Can I somehow define the websecure endpoint as the default one, so Ingresses and IngressRoutes, which don't explicitely define their entrypoints, will only generate routers for the websecure endpoint?
It's just a smallish imperfection, but it's bothering me, that I now have a lot of unused and unreachable routers for the web entrypoint. I know I could just specify the websecure entrypoint on all of the Ingresses and IngressRoutes, but I wanted to ask if there is an easier solution before doing this.
I couldn't figure out how to do that... My understanding is that for each router you have to explicitly declare an entrypoint, its service, and its rule (i.e. domain). I ended up having to do that for both http and https. Then if you are using HTTPS you have to provide SSL configuration, either by doing all the letsencrypt stuff, or putting the ssl cert info in a config file. Then separately I create a middleware to redirect from the http router to the https router.
Keen to know if anyone thinks this can be done more easily!
This will now create two routers for me connected to the backend service my-service (the service mentioned in the yaml file is a Kubernetes service, not the Traefik one). Both routers are using the default-headers middleware.
I could restrict this to only one router by setting the annotation traefik.ingress.kubernetes.io/router.entrypoints: websecure. But as I have hundreds of ingresses, I'd really like to do something, that just defines websecure as being the default entrypoint, that is used in case none are specified.
And as @Idez pointed out: In a docker environment you only need to define the two annotations traefik.enable: 'true' and traefik.http.routers.example.rule: Host(my-app.my-domain.com) and you'll end up with two routers connected to the default-headers middleware and the appropriate services.
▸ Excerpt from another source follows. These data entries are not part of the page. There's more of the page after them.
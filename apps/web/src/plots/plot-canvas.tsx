import { emptyStep, type Geometry, rampColors, rampSteps, rasterizeCells } from '@nightcone/drawing';
import { useLayoutEffect, useRef } from 'react';
import { type Theme, useTheme } from '../lib/theme.ts';
import { readColor, readGround } from './role-colors.ts';

/** Heat maps always, lines and points from 5 000 marks on; device pixels, so that nothing blurs. */
export function PlotCanvas({
  geometry,
  marks,
  shift = null,
}: {
  geometry: Geometry;
  marks: boolean;
  /** The picture as it is, moved by so many px. */
  shift?: { x: number; y: number } | null;
}) {
  const ref = useRef<HTMLCanvasElement | null>(null);
  const theme = useTheme();
  useLayoutEffect(() => {
    const canvas = ref.current;
    const context = canvas?.getContext?.('2d');
    if (!canvas || !context) return;
    const ratio = window.devicePixelRatio || 1;
    canvas.width = Math.round(geometry.size.width * ratio);
    canvas.height = Math.round(geometry.size.height * ratio);
    drawCells(context, geometry, theme, ratio);
    context.setTransform(ratio, 0, 0, ratio, 0, 0);
    if (marks) drawMarks(context, geometry, canvas);
  }, [geometry, marks, theme]);
  return (
    <div aria-hidden="true" className={`pointer-events-none absolute inset-0 ${shift ? 'overflow-hidden' : ''}`}>
      <canvas
        ref={ref}
        style={{
          width: geometry.size.width,
          height: geometry.size.height,
          ...(shift ? { transform: `translate(${shift.x}px, ${shift.y}px)` } : {}),
        }}
      />
    </div>
  );
}

function drawCells(context: CanvasRenderingContext2D, geometry: Geometry, theme: Theme, ratio: number) {
  for (const { mark, box, bar } of geometry.cells) {
    const colors = rampColors(mark.scale, theme).map(channels);
    const width = Math.max(1, Math.round(box.width * ratio));
    const height = Math.max(1, Math.round(box.height * ratio));
    const steps = rasterizeCells(mark, geometry.domains.x, geometry.domains.y, width, height);
    const image = context.createImageData(width, height);
    for (let i = 0; i < steps.length; i++) {
      const step = steps[i] as number;
      if (step === emptyStep) continue;
      image.data.set(colors[step] as [number, number, number, number], 4 * i);
    }
    context.putImageData(image, Math.round(box.x * ratio), Math.round(box.y * ratio));
    const part = (bar.height * ratio) / rampSteps;
    for (let i = 0; i < rampSteps; i++) {
      context.fillStyle = rampColors(mark.scale, theme)[i] as string;
      context.fillRect(bar.x * ratio, (bar.y + bar.height) * ratio - (i + 1) * part, bar.width * ratio, part + 1);
    }
  }
}

const channels = (hex: string): [number, number, number, number] => [
  Number.parseInt(hex.slice(1, 3), 16),
  Number.parseInt(hex.slice(3, 5), 16),
  Number.parseInt(hex.slice(5, 7), 16),
  255,
];

function drawMarks(context: CanvasRenderingContext2D, geometry: Geometry, canvas: HTMLCanvasElement) {
  const { data } = geometry;
  context.save();
  context.beginPath();
  context.rect(data.x, data.y - 1, data.width, data.height + 2);
  context.clip();
  context.lineJoin = 'round';
  for (const line of geometry.lines) {
    context.strokeStyle = readColor(canvas, line.role);
    context.lineWidth = line.width;
    context.setLineDash(line.dash ? line.dash.split(' ').map(Number) : []);
    context.stroke(new Path2D(line.path));
  }
  context.setLineDash([]);
  for (const points of geometry.points) {
    const color = readColor(canvas, points.role);
    const r = points.radius;
    context.fillStyle = points.shape === 'dot' ? color : readGround(canvas);
    context.strokeStyle = color;
    context.lineWidth = 1.3;
    for (let i = 0; i < points.places.length; i += 2) {
      const [x, y] = [points.places[i] as number, points.places[i + 1] as number];
      context.beginPath();
      if (points.shape === 'cross' || points.shape === 'plus') {
        const d = points.shape === 'cross' ? r : 0;
        context.moveTo(x - r, y - d);
        context.lineTo(x + r, y + d);
        context.moveTo(x - d, y + r);
        context.lineTo(x + d, y - r);
        context.stroke();
      } else {
        context.arc(x, y, r, 0, 2 * Math.PI);
        context.fill();
        if (points.shape === 'open') context.stroke();
      }
    }
  }
  context.restore();
}
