import { formatQuantity } from '@nightcone/drawing';
import { type BuiltPlot, domainOf, rangeOf } from './built-plot.ts';

/** values[ix * y.length + iy] over two axes. */
export interface GridMap {
  caption: string;
  x: { symbol: string; label: string; unit: string; values: readonly number[] };
  y: { symbol: string; label: string; unit: string; values: readonly number[] };
  z: { symbol: string; label: string; unit: string };
  values: ArrayLike<number>;
  /** Values of both signs: a diverging scale around 0. */
  signed?: boolean;
}

/** A heat map with its read-out and table; columns are ordered by x, whichever way the axis ran. */
export function buildGridMap(map: GridMap): BuiltPlot {
  const [xs, xOrder] = ascending(map.x.values);
  const [ys, yOrder] = ascending(map.y.values);
  const values = new Float64Array(xs.length * ys.length);
  for (let i = 0; i < xs.length; i++)
    for (let j = 0; j < ys.length; j++)
      values[i * ys.length + j] = map.values[(xOrder[i] as number) * ys.length + (yOrder[j] as number)] ?? Number.NaN;
  const [low, high] = rangeOf([values], [0, 1], 0);
  const most = Math.max(Math.abs(low), Math.abs(high));
  return {
    plot: {
      caption: map.caption,
      x: { symbol: map.x.symbol, unit: map.x.unit, domain: domainOf(xs) },
      y: { symbol: map.y.symbol, unit: map.y.unit, domain: domainOf(ys) },
      marks: [
        {
          kind: 'cells',
          x: xs,
          y: ys,
          values,
          domain: map.signed ? [-most, most] : [Math.min(0, low), high],
          symbol: map.z.symbol,
          unit: map.z.unit,
          scale: map.signed ? 'signed' : 'density',
        },
      ],
    },
    targets: {
      x: xs.flatMap((x) => ys.map(() => x)),
      y: xs.flatMap(() => ys),
      describe(i) {
        const x = xs[Math.floor(i / ys.length)] as number;
        const y = ys[i % ys.length] as number;
        return {
          value: formatQuantity(values[i] as number, map.z.unit),
          description: map.z.label,
          rows: [
            { symbol: map.x.symbol, label: map.x.label, value: formatQuantity(x, map.x.unit) },
            { symbol: map.y.symbol, label: map.y.label, value: formatQuantity(y, map.y.unit) },
          ],
        };
      },
    },
    table: {
      columns: [
        { label: map.x.label, unit: map.x.unit },
        { label: map.y.label, unit: map.y.unit },
        { label: map.z.label, unit: map.z.unit },
      ],
      rows: values.length,
      cell: (row, column) => [xs[Math.floor(row / ys.length)], ys[row % ys.length], values[row]][column] as number,
    },
  };
}

function ascending(values: readonly number[]): [number[], number[]] {
  const order = values.map((_, i) => i).sort((a, b) => (values[a] as number) - (values[b] as number));
  return [order.map((i) => values[i] as number), order];
}
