import { formatQuantity } from '@nightcone/drawing';
import { findModel } from '@nightcone/models';
import { type BuiltPlot, domainOf, rangeOf } from './built-plot.ts';
import { buildGridMap } from './grid-map.ts';
import { isValid, need, type ResultData } from './result-data.ts';
import type { View, ViewedArray } from './view.ts';

/** More rows than this along the second dimension are drawn as a map, fewer as lines. */
const MOST_LINES = 24;

/** The array that holds the places along a dimension: the only one that has this dimension alone. */
function coordinateOf(dim: string, arrays: readonly ViewedArray[]): string | undefined {
  return arrays.find(({ name, dims }) => dims.length === 1 && dims[0] === dim && !name.endsWith('Valid'))?.name;
}

const titleOf = (model: string, name: string) => {
  const display = findModel(model)?.results.find((array) => array.name === name)?.display;
  return { title: display?.title ?? name, symbol: display?.symbol ?? name };
};

/** For a model without plots of its own: each array over one or two dimensions whose places are in the result. */
export function viewsByDims(model: string, arrays: readonly ViewedArray[]): View[] {
  const views: View[] = [];
  for (const array of arrays) {
    const [first, second] = array.dims;
    if (first === undefined || array.dims.length > 2 || array.ragged || array.name.endsWith('Valid')) continue;
    const x = coordinateOf(first, arrays);
    if (x === undefined || x === array.name || array.shape.some((length) => length === 0)) continue;
    const y = second === undefined ? undefined : coordinateOf(second, arrays);
    const lines = second === undefined || (array.shape[1] as number) <= MOST_LINES;
    if (!lines && y === undefined) continue;
    views.push({
      id: array.name,
      label: titleOf(model, array.name).title,
      needs: [array.name, x],
      optional: [`${array.name}Valid`, ...(y ? [y] : [])],
      build: (data) => (lines ? buildLines(data, array.name, x) : buildMap(data, array.name, x, y as string)),
    });
  }
  return views;
}

function buildLines(data: ResultData, name: string, along: string): BuiltPlot {
  const { values, unit, shape } = need(data, name);
  const axis = need(data, along);
  const { title, symbol } = titleOf(data.body.model, name);
  const place = titleOf(data.body.model, along);
  const places = Array.from(axis.values, Number);
  const rows = shape[1] ?? 1;
  const at = (i: number, row: number) => {
    const index = i * rows + row;
    return isValid(data, name, index) ? (values[index] as number) : Number.NaN;
  };
  const lines = Array.from({ length: rows }, (_, row) => places.map((_place, i) => at(i, row)));
  const all = lines.flatMap((line, row) => line.map((value, i) => ({ value, row, i })));
  const seen = all.filter(({ value }) => Number.isFinite(value));
  return {
    plot: {
      caption: `${title} against ${place.title}.`,
      x: { symbol: place.symbol, unit: axis.unit, domain: domainOf(places) },
      y: { symbol, unit, domain: rangeOf(lines, [0, 1]) },
      marks: lines.map((line) => ({ kind: 'line' as const, role: 'ink' as const, x: places, y: line })),
    },
    targets: {
      x: seen.map(({ i }) => places[i] as number),
      y: seen.map(({ value }) => value),
      describe(index) {
        const { value, row, i } = seen[index] as (typeof seen)[number];
        return {
          value: formatQuantity(value, unit),
          description: rows > 1 ? `${title}, ${row + 1} of ${rows}` : title,
          rows: [{ symbol: place.symbol, label: place.title, value: formatQuantity(places[i] as number, axis.unit) }],
        };
      },
    },
    table: {
      columns: [
        { label: place.title, unit: axis.unit },
        ...lines.map((_, row) => ({ label: rows > 1 ? `${title} ${row + 1}` : title, unit })),
      ],
      rows: places.length,
      cell: (i, column) => {
        if (column === 0) return places[i] as number;
        const value = at(i, column - 1);
        return Number.isFinite(value) ? value : 'not there';
      },
    },
  };
}

function buildMap(data: ResultData, name: string, alongX: string, alongY: string): BuiltPlot {
  const { values, unit } = need(data, name);
  const axis = (array: string) => {
    const { title, symbol } = titleOf(data.body.model, array);
    const found = need(data, array);
    return { symbol, label: title, unit: found.unit, values: Array.from(found.values, Number) };
  };
  const { title, symbol } = titleOf(data.body.model, name);
  const shown = Float64Array.from(values, (value, i) => (isValid(data, name, i) ? Number(value) : Number.NaN));
  return buildGridMap({
    caption: `${title} over ${axis(alongX).label} and ${axis(alongY).label}.`,
    x: axis(alongX),
    y: axis(alongY),
    z: { symbol, label: title, unit },
    values: shown,
    signed: shown.some((value) => value < 0),
  });
}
As this comment on Github says, this is a feature, that is will not be implemented again (it was in v1):
With v2, TLS being defined at router level + ability to route at TCP level, the default entrypoint does not make sense as it could break the TCP router, or accidentally mux HTTP/TCP.
There is now the general rule: The default entrypoints in v2 are all "tcp" entrypoints for http/tcp router, there is no default entrypoint for udp.